Data shown:
*** Begin section ***

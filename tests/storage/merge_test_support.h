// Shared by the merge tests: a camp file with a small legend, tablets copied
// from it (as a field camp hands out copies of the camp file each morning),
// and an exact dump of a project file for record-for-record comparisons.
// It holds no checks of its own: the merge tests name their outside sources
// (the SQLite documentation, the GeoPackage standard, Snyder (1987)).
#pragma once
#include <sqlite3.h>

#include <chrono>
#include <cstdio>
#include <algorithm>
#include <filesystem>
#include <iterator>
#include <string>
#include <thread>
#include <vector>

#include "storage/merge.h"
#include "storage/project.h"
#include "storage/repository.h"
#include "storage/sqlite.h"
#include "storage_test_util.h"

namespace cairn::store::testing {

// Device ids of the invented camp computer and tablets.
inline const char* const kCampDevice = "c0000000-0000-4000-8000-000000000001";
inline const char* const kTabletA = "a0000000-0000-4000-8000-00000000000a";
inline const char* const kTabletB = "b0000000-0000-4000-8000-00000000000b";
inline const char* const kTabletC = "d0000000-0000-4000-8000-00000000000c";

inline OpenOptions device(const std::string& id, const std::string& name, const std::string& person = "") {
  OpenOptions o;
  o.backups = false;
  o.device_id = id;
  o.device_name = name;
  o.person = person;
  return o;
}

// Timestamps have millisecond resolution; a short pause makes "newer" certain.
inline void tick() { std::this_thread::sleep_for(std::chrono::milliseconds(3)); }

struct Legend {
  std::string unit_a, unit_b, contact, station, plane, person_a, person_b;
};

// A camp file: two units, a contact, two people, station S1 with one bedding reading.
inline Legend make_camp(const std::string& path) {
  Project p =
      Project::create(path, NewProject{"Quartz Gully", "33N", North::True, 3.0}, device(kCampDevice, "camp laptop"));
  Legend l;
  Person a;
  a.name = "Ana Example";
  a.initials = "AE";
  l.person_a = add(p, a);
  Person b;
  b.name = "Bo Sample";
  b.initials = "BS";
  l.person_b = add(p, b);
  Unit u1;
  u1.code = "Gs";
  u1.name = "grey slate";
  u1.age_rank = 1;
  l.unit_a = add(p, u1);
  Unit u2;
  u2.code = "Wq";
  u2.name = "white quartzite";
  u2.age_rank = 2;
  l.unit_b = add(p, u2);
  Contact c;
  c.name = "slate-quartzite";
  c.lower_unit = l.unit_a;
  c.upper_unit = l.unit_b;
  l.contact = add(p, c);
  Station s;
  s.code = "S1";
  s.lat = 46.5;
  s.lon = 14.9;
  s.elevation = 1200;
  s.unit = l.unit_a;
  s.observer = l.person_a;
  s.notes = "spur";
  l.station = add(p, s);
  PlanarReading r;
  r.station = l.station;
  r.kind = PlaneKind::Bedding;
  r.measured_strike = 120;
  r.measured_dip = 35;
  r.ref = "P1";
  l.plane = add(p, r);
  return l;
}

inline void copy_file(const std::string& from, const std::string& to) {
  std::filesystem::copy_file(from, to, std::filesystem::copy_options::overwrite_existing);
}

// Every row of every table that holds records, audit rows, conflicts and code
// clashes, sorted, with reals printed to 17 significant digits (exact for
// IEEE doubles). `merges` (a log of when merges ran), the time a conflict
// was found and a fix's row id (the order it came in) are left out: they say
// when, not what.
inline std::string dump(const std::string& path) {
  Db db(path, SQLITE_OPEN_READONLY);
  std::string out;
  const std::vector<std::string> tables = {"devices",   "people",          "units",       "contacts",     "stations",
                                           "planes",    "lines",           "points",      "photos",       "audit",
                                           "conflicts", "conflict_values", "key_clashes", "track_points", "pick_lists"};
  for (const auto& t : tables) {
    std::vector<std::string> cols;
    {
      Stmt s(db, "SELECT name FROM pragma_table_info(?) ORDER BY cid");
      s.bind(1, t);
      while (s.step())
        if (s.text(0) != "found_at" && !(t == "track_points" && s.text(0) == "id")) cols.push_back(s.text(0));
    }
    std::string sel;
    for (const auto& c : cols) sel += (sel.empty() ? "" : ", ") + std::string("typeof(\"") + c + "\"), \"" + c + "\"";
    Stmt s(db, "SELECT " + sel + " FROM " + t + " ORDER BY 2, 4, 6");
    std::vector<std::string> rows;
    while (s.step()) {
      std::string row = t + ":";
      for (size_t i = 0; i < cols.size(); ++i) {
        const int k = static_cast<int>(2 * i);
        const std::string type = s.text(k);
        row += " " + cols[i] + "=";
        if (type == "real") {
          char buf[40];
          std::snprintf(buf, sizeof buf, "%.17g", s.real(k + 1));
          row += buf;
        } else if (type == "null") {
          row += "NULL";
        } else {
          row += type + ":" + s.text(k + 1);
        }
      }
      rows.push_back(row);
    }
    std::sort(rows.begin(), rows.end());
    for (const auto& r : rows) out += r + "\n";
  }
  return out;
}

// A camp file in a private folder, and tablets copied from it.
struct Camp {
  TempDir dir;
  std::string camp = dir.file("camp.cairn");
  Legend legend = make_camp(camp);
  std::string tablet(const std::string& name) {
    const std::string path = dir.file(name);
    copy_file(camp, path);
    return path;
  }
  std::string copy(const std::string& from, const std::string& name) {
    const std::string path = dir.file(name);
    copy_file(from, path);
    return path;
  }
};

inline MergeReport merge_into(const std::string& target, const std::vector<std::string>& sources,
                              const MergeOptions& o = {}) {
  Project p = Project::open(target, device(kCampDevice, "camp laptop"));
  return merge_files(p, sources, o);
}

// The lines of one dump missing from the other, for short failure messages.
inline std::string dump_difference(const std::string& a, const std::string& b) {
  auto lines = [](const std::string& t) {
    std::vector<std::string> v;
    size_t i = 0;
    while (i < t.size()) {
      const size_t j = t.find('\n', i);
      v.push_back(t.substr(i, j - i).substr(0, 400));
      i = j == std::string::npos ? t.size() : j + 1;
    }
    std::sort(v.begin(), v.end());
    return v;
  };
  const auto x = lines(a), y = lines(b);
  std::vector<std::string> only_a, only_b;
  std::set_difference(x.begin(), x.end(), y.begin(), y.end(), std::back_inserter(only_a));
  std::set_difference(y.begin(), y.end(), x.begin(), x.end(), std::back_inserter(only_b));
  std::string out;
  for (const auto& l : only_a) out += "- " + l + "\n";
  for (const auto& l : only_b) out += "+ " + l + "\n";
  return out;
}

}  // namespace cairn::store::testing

*** End section ***

Action item: Looking at the data above, count the lines that contain the string "laptop" and give only the count.

Solved exercise: 2